def _tunnel(r: _Reader, data: dict) -> TunnelConfig | None:
    p = "tunnel"
    t = r.table(data, p, p, _KEYS[p], required=True)
    section = r.choice(t, p, "section", ("closed",), "closed")
    height = r.get(t, p, "height", "length", check=_POSITIVE)
    width = r.get(t, p, "width", "length", check=_POSITIVE)
    if None in (height, width):
        return None
    return TunnelConfig(
        height=height,
        width=width,
        section=section,
        u_height=r.get(t, p, "u_height", "length", 0.0, _NON_NEGATIVE),
        u_width=r.get(t, p, "u_width", "length", 0.0, _NON_NEGATIVE),
        flow_angle=r.get(
            t, p, "flow_angle", "angle", 0.0, (lambda v: abs(v) < 45, "a flow angle within ±45°")
        ),
        u_flow_angle=r.get(t, p, "u_flow_angle", "angle", 0.0, _NON_NEGATIVE),
        static_pressure_gradient=r.get(t, p, "static_pressure_gradient", "pressure_gradient", 0.0),
        u_static_pressure_gradient=r.get(
            t, p, "u_static_pressure_gradient", "pressure_gradient", 0.0, _NON_NEGATIVE
        ),
        q_source=r.choice(t, p, "q_source", tuple(Q_SOURCES), "pitot"),
        contraction_factor=r.get(t, p, "contraction_factor", "fraction", 1.0, _POSITIVE),
        u_contraction_factor=r.get(t, p, "u_contraction_factor", "fraction", 0.0, _NON_NEGATIVE),
    )


def _model(r: _Reader, data: dict, tunnel: TunnelConfig | None, root: Path) -> ModelConfig | None:
    p = "model"
    t = r.table(data, p, p, _KEYS[p], required=True)
    diameter = r.get(t, p, "diameter", "length", check=_POSITIVE)
    span = r.get(t, p, "span", "length", check=_POSITIVE)
    if None in (diameter, span):
        return None
    if tunnel is not None and diameter >= tunnel.height:
        r.problem(
            f"{p}.diameter",
            f"a diameter below the tunnel height ({tunnel.height:g} m)",
            f"{diameter:g} m",
            "Check the units of both.",
            fatal=True,
        )
    if tunnel is not None and span > tunnel.width * (1 + 1e-9):
        r.problem(
            f"{p}.span",
            f"a span no wider than the tunnel ({tunnel.width:g} m)",
            f"{span:g} m",
            "Check the units of both.",
            fatal=True,
        )
    within = (lambda v: 0 <= v <= diameter / 2, f"a radius from 0 to d/2 = {diameter / 2:g} m")
    return ModelConfig(
        diameter=diameter,
        span=span,
        u_diameter=r.get(t, p, "u_diameter", "length", 0.0, _NON_NEGATIVE),
        u_span=r.get(t, p, "u_span", "length", 0.0, _NON_NEGATIVE),
        spans_section=r.get(t, p, "spans_section", "bool", True),
        transducer_radius=r.get(t, p, "transducer_radius", "length", 0.0, within),
        max_spin_rate=r.get(t, p, "max_spin_rate", "rotation_rate", None, _POSITIVE),
        surface=r.get(t, p, "surface", "str", ""),
        photo=_photo(r, t, p, root),
    )


def _tolerance_values(r: _Reader, parent: dict, path: str, *, given_only: bool) -> dict:
    """Tolerances of a ``tolerances`` table: every one (defaults filled), or just those given."""
    table = r.table(parent, "tolerances", path, tuple(Tolerances.__dataclass_fields__))
    defaults = Tolerances()
    values = {}
    for name in Tolerances.__dataclass_fields__:
        if given_only and name not in table:
            continue
        check = _NON_NEGATIVE if name == "cl_agreement" else _POSITIVE
        kind = _TOLERANCE_KINDS.get(name, "fraction")
        values[name] = r.get(table, path, name, kind, getattr(defaults, name), check)
    return values


def _configurations(r: _Reader, data: dict, model) -> dict[str, Configuration]:
    p = "configurations"
    tables = data.get(p)
    if not isinstance(tables, dict) or not tables:
        r.problem(
            p,
            "at least one [configurations.LABEL] table",
            repr(tables),
            "Add e.g. [configurations.A].",
            fatal=True,
        )
        return {}
    out = {}
    for label, t in tables.items():
        path = f"{p}.{label}"
        if not _LABEL.match(label):
            r.problem(path, "a label of letters, digits, '-' and '_'", brief(label))
        t = r.table(tables, label, path, _KEYS["configuration"])
        plate_check = None
        if model is not None:
            plate_check = (
                lambda v: v > model.diameter,
                f"an end-plate diameter above the model's ({model.diameter:g} m)",
            )
        out[label] = Configuration(
            label=label,
            description=r.get(t, path, "description", "str", ""),
            end_plates=r.get(t, path, "end_plates", "bool", False),
            end_plate_diameter=r.get(t, path, "end_plate_diameter", "length", None, plate_check),
            tolerance_overrides=_tolerance_values(r, t, f"{path}.tolerances", given_only=True),
        )
    return out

=-=-=

Give the material again, complete and unaltered.

def _tunnel(r: _Reader, data: dict) -> TunnelConfig | None:
    p = "tunnel"
    t = r.table(data, p, p, _KEYS[p], required=True)
    section = r.choice(t, p, "section", ("closed",), "closed")
    height = r.get(t, p, "height", "length", check=_POSITIVE)
    width = r.get(t, p, "width", "length", check=_POSITIVE)
    if None in (height, width):
        return None
    return TunnelConfig(
        height=height,
        width=width,
        section=section,
        u_height=r.get(t, p, "u_height", "length", 0.0, _NON_NEGATIVE),
        u_width=r.get(t, p, "u_width", "length", 0.0, _NON_NEGATIVE),
        flow_angle=r.get(
            t, p, "flow_angle", "angle", 0.0, (lambda v: abs(v) < 45, "a flow angle within ±45°")
        ),
        u_flow_angle=r.get(t, p, "u_flow_angle", "angle", 0.0, _NON_NEGATIVE),
        static_pressure_gradient=r.get(t, p, "static_pressure_gradient", "pressure_gradient", 0.0),
        u_static_pressure_gradient=r.get(
            t, p, "u_static_pressure_gradient", "pressure_gradient", 0.0, _NON_NEGATIVE
        ),
        q_source=r.choice(t, p, "q_source", tuple(Q_SOURCES), "pitot"),
        contraction_factor=r.get(t, p, "contraction_factor", "fraction", 1.0, _POSITIVE),
        u_contraction_factor=r.get(t, p, "u_contraction_factor", "fraction", 0.0, _NON_NEGATIVE),
    )


def _model(r: _Reader, data: dict, tunnel: TunnelConfig | None, root: Path) -> ModelConfig | None:
    p = "model"
    t = r.table(data, p, p, _KEYS[p], required=True)
    diameter = r.get(t, p, "diameter", "length", check=_POSITIVE)
    span = r.get(t, p, "span", "length", check=_POSITIVE)
    if None in (diameter, span):
        return None
    if tunnel is not None and diameter >= tunnel.height:
        r.problem(
            f"{p}.diameter",
            f"a diameter below the tunnel height ({tunnel.height:g} m)",
            f"{diameter:g} m",
            "Check the units of both.",
            fatal=True,
        )
    if tunnel is not None and span > tunnel.width * (1 + 1e-9):
        r.problem(
            f"{p}.span",
            f"a span no wider than the tunnel ({tunnel.width:g} m)",
            f"{span:g} m",
            "Check the units of both.",
            fatal=True,
        )
    within = (lambda v: 0 <= v <= diameter / 2, f"a radius from 0 to d/2 = {diameter / 2:g} m")
    return ModelConfig(
        diameter=diameter,
        span=span,
        u_diameter=r.get(t, p, "u_diameter", "length", 0.0, _NON_NEGATIVE),
        u_span=r.get(t, p, "u_span", "length", 0.0, _NON_NEGATIVE),
        spans_section=r.get(t, p, "spans_section", "bool", True),
        transducer_radius=r.get(t, p, "transducer_radius", "length", 0.0, within),
        max_spin_rate=r.get(t, p, "max_spin_rate", "rotation_rate", None, _POSITIVE),
        surface=r.get(t, p, "surface", "str", ""),
        photo=_photo(r, t, p, root),
    )


def _tolerance_values(r: _Reader, parent: dict, path: str, *, given_only: bool) -> dict:
    """Tolerances of a ``tolerances`` table: every one (defaults filled), or just those given."""
    table = r.table(parent, "tolerances", path, tuple(Tolerances.__dataclass_fields__))
    defaults = Tolerances()
    values = {}
    for name in Tolerances.__dataclass_fields__:
        if given_only and name not in table:
            continue
        check = _NON_NEGATIVE if name == "cl_agreement" else _POSITIVE
        kind = _TOLERANCE_KINDS.get(name, "fraction")
        values[name] = r.get(table, path, name, kind, getattr(defaults, name), check)
    return values


def _configurations(r: _Reader, data: dict, model) -> dict[str, Configuration]:
    p = "configurations"
    tables = data.get(p)
    if not isinstance(tables, dict) or not tables:
        r.problem(
            p,
            "at least one [configurations.LABEL] table",
            repr(tables),
            "Add e.g. [configurations.A].",
            fatal=True,
        )
        return {}
    out = {}
    for label, t in tables.items():
        path = f"{p}.{label}"
        if not _LABEL.match(label):
            r.problem(path, "a label of letters, digits, '-' and '_'", brief(label))
        t = r.table(tables, label, path, _KEYS["configuration"])
        plate_check = None
        if model is not None:
            plate_check = (
                lambda v: v > model.diameter,
                f"an end-plate diameter above the model's ({model.diameter:g} m)",
            )
        out[label] = Configuration(
            label=label,
            description=r.get(t, path, "description", "str", ""),
            end_plates=r.get(t, path, "end_plates", "bool", False),
            end_plate_diameter=r.get(t, path, "end_plate_diameter", "length", None, plate_check),
            tolerance_overrides=_tolerance_values(r, t, f"{path}.tolerances", given_only=True),
        )
    return out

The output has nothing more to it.